In 1998 Andrew Wakefield published an article in the prestigious medical journal The Lancet, which found a link between the combined mumps, measles and rubella vaccine and autism. It was a lie but it took more than a decade for the journal to fully retract that paper. It has been thoroughly debunked but today some parents still refuse to vaccinate their children, and a large part of that fear is based on one scientist whose lie had the protection of the scientific academy for 10 years.
But what happens if false science had been held to be true by most scientists for decades, even centuries?
Scientific racism is not new. These days, we refer to it as a pseudoscience — a convenient way to paint as crackpots those who use science to justify (usually their) racial superiority.

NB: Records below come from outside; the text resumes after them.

/// Lays out and draws a plot as a `width_px x height_px` figure in `style`.
pub fn plot_figure(
    spec: &PlotSpec,
    width_px: u32,
    height_px: u32,
    style: &Style,
) -> Result<Figure> {
    let th = &style.theme;
    let (w, h) = (width_px as f32, height_px as f32);
    let margin = style.px(pt::MARGIN);
    let gap = style.px(pt::GAP);
    let (title_px, label_px, text_px) =
        (style.px(pt::TITLE), style.px(pt::LABEL), style.px(pt::TEXT));
    let rule = style.px(pt::RULE).max(1.0);
    let tick = style.px(pt::TICK);
    let mut fig = Figure::new(width_px, height_px, th.background);

    // Data ranges and ticks (needed for the tick label widths).
    let xr = spec.x.range.unwrap_or_else(|| {
        data_range(
            spec.series
                .iter()
                .flat_map(|s| s.points.iter().map(|p| p[0]))
                .chain(spec.markers.iter().map(|m| m.x)),
            0.0,
        )
    });
    let yr = spec.y.range.unwrap_or_else(|| {
        data_range(
            spec.series
                .iter()
                .flat_map(|s| s.points.iter().map(|p| p[1]))
                .chain(spec.markers.iter().map(|m| m.y)),
            0.05,
        )
    });
    let ticks_for = |axis: &PlotAxis, r: [f64; 2], count: usize| match &axis.ticks {
        Some(t) => {
            let values: Vec<f64> = t
                .iter()
                .copied()
                .filter(|v| *v >= r[0] && *v <= r[1])
                .collect();
            let step = values.windows(2).map(|w| w[1] - w[0]).fold(0.0, f64::max);
            crate::ticks::Ticks { values, step }
        }
        None => nice_ticks(r[0], r[1], count),
    };
    let y_ticks = ticks_for(&spec.y, yr, 7);
    let y_labels = y_ticks.labels();
    let y_label_w = y_labels
        .iter()
        .map(|l| measure_text(l, text_px).0)
        .fold(0.0f32, f32::max);
    let (_, text_h) = measure_text("0", text_px);
    let (_, label_h) = measure_text("Ag", label_px);
    let (_, title_h) = measure_text("Ag", title_px);

    // Vertical bands: title, notes, plot, x ticks, x label.
    let mut y = margin;
    let mut regions = Vec::new();
    if !spec.title.is_empty() {
        let (tw, _) = measure_text(&spec.title, title_px);
        regions.push((
            "title".to_string(),
            Rect::new(0.5 * (w - tw), y, tw, title_h),
        ));
        fig.items.push(Item::Text {
            text: spec.title.clone(),
            x_px: 0.5 * w,
            y_px: y,
            size_px: title_px,
            color: th.text,
            anchor: Anchor::TopCenter,
            vertical: false,
        });
        y += title_h + 0.4 * gap;
    }
    for (i, note) in spec.notes.iter().enumerate() {
        let (nw, _) = measure_text(note, text_px);
        regions.push((
            format!("note {}", i + 1),
            Rect::new(0.5 * (w - nw), y, nw, text_h),
        ));
        fig.items.push(Item::Text {
            text: note.clone(),
            x_px: 0.5 * w,
            y_px: y,
            size_px: text_px,
            color: th.text_muted,
            anchor: Anchor::TopCenter,
            vertical: false,
        });
        y += text_h;
    }
    let plot_top = y + gap + 0.5 * text_h;
    let plot_bottom = h - margin - label_h - gap - text_h - tick - 0.5 * gap;
    // Horizontal bands: y label, y ticks, plot, side panel.
    let plot_left = margin + label_h + gap + y_label_w + tick + 0.5 * gap;
    let legend = (!spec.legend.is_empty()).then(|| legend_block(&spec.legend, style, false));
    let plot_h = plot_bottom - plot_top;
    let bar = spec.image.as_ref().map(|img| {
        color_bar_block(
            img.colormap,
            img.min,
            img.max,
            &img.label,
            (0.5 * plot_h).max(2.0 * text_h),
            style,
        )
    });
    let panel_w = bar
        .as_ref()
        .map(|(b, _)| b.width_px)
        .into_iter()
        .chain(legend.as_ref().map(|b| b.width_px))
        .fold(0.0f32, f32::max);
    let plot_right = w
        - margin
        - if panel_w > 0.0 {
            panel_w + 2.0 * gap
        } else {
            0.0
        };
    let plot_w = plot_right - plot_left;
    let panel_h = bar.as_ref().map_or(0.0, |(b, _)| b.height_px + 2.0 * gap)
        + legend.as_ref().map_or(0.0, |b| b.height_px);
    if !(plot_w >= 48.0 && plot_h >= 48.0 && panel_h <= h - 2.0 * margin) {
        return Err(RenderError::FigureSize {
            text: format!("{width_px}x{height_px} px"),
            reason: format!(
                "too small for the plot: the data area would be {:.0} x {:.0} px",
                plot_w.max(0.0),
                plot_h.max(0.0)
            ),
        });
    }
    let area = Rect::new(
        plot_left.round(),
        plot_top.round(),
        (plot_right - plot_left).round(),
        (plot_bottom - plot_top).round(),
    );
    let to_px = |x: f64, y: f64| -> [f32; 2] {
        let fx = (x - xr[0]) / (xr[1] - xr[0]);
        let fy = (y - yr[0]) / (yr[1] - yr[0]);
        [
            area.x_px + (fx as f32) * area.width_px,
            area.y_px + (1.0 - fy as f32) * area.height_px,
        ]
    };

    // Image under the data, grid, data, frame.
    if let Some(img) = &spec.image {
        let scaled = resample_nearest(&img.image, area.width_px as u32, area.height_px as u32);
        fig.items.push(Item::Raster {
            x_px: area.x_px,
            y_px: area.y_px,
            image: Arc::new(scaled),
        });
    }
    let x_ticks = ticks_for(
        &spec.x,
        xr,
        ((area.width_px / (6.0 * text_h)) as usize).clamp(2, 11),
    );
    let grid_w = rule.max(1.0) * 0.8;
    for &v in &x_ticks.values {
        let [px, _] = to_px(v, yr[0]);
        if spec.image.is_none() {
            fig.items.push(Item::Rect {
                rect: Rect::new(px - 0.5 * grid_w, area.y_px, grid_w, area.height_px),
                fill: th.grid,
            });
        }
    }
    for &v in &y_ticks.values {
        let [_, py] = to_px(xr[0], v);
        if spec.image.is_none() {
            fig.items.push(Item::Rect {
                rect: Rect::new(area.x_px, py - 0.5 * grid_w, area.width_px, grid_w),
                fill: th.grid,
            });
        }
    }
    let line_w = style.px(pt::DATA_LINE).max(1.0);
    for s in &spec.series {
        // Non-finite points break the line.
        for run in s.points.split(|p| !(p[0].is_finite() && p[1].is_finite())) {
            if run.is_empty() {
                continue;
            }
            let line = Item::Line {
                points: run.iter().map(|p| to_px(p[0], p[1])).collect(),
                color: s.color,
                width_px: line_w,
                dash: s.dashed.then(|| (style.px(3.5), style.px(2.5))),
                dash_offset_px: 0.0,
            };
            fig.items.extend(line.clipped(area));
        }
    }
    let marker_px = style.px(7.0);
    for m in &spec.markers {
        let [px, py] = to_px(m.x, m.y);
        let item = Item::Marker {
            x_px: px,
            y_px: py,
            shape: m.shape,
            size_px: marker_px,
            stroke_px: (0.2 * marker_px).max(1.0),
            color: m.color,
        };
        fig.items.extend(item.clipped(area));
    }
    fig.items.extend(frame_items(area, rule, th.rule));

    // Ticks and their labels.
    for (v, label) in x_ticks.values.iter().zip(x_ticks.labels()) {
        let [px, _] = to_px(*v, yr[0]);
        let yb = area.y_px + area.height_px;
        fig.items.push(Item::Rect {
            rect: Rect::new(px - 0.5 * rule, yb, rule, tick),
            fill: th.rule,
        });
        fig.items.push(Item::Text {
            text: label,
            x_px: px,
            y_px: yb + tick + 0.25 * gap,
            size_px: text_px,
            color: th.text,
            anchor: Anchor::TopCenter,
            vertical: false,
        });
    }
    for (v, label) in y_ticks.values.iter().zip(y_labels) {
        let [_, py] = to_px(xr[0], *v);
        fig.items.push(Item::Rect {
            rect: Rect::new(area.x_px - tick, py - 0.5 * rule, tick, rule),
            fill: th.rule,
        });
        fig.items.push(Item::Text {
            text: label,
            x_px: area.x_px - tick - 0.25 * gap,
            y_px: py,
            size_px: text_px,
            color: th.text,
            anchor: Anchor::CenterRight,
            vertical: false,
        });
    }
    // Axis titles.
    fig.items.push(Item::Text {
        text: spec.x.label.clone(),
        x_px: area.x_px + 0.5 * area.width_px,
        y_px: h - margin,
        size_px: label_px,
        color: th.text,
        anchor: Anchor::BottomCenter,
        vertical: false,
    });
    let (xl_w, _) = measure_text(&spec.x.label, label_px);
    regions.push((
        "x label".into(),
        Rect::new(
            area.x_px + 0.5 * (area.width_px - xl_w),
            h - margin - label_h,
            xl_w,
            label_h,
        ),
    ));
    fig.items.push(Item::Text {
        text: spec.y.label.clone(),
        x_px: margin,
        y_px: area.y_px + 0.5 * area.height_px,
        size_px: label_px,
        color: th.text,
        anchor: Anchor::TopCenter,
        vertical: true,
    });
    let (yl_w, _) = measure_text(&spec.y.label, label_px);
    regions.push((
        "y label".into(),
        Rect::new(
            margin,
            area.y_px + 0.5 * (area.height_px - yl_w),
            label_h,
            yl_w,
        ),
    ));

    // Side panel: colour bar, then legend.
    let mut py = area.y_px;
    let px0 = area.x_px + area.width_px + 2.0 * gap;
    if let Some((block, _)) = bar {
        regions.push((
            "colour bar".into(),
            Rect::new(px0, py, block.width_px, block.height_px),
        ));
        let bh = block.height_px;
        fig.items.extend(block.place(px0, py));
        py += bh + 2.0 * gap;
    }
    if let Some(block) = legend {
        regions.push((
            "legend".into(),
            Rect::new(px0, py, block.width_px, block.height_px),
        ));
        fig.items.extend(block.place(px0, py));
    }
    fig.regions = regions
        .into_iter()
        .map(|(name, rect)| Region {
            name,
            rect,
            content: false,
        })
        .chain(std::iter::once(Region {
            name: "plot".into(),
            rect: area,
            content: true,
        }))
        .collect();
    Ok(fig)
}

The label of pseudoscience, mostly reserved for tinfoil-hat wearers worrying that they might fall off the edge of the flat Earth, allows us to pretend that race science wasn’t mainstream, that Western science didn’t throw funds and time and expertise into defining races, that scientists didn’t use “empirical methods” to show that different races came with different characteristics, some of which had more value than others.
But science has a lot to answer for about race. It was and continues to be the barracks behind which racist beliefs fester. It also helped to build the walls in the first place.
For the rest of the article, visit the Mail & Guardian.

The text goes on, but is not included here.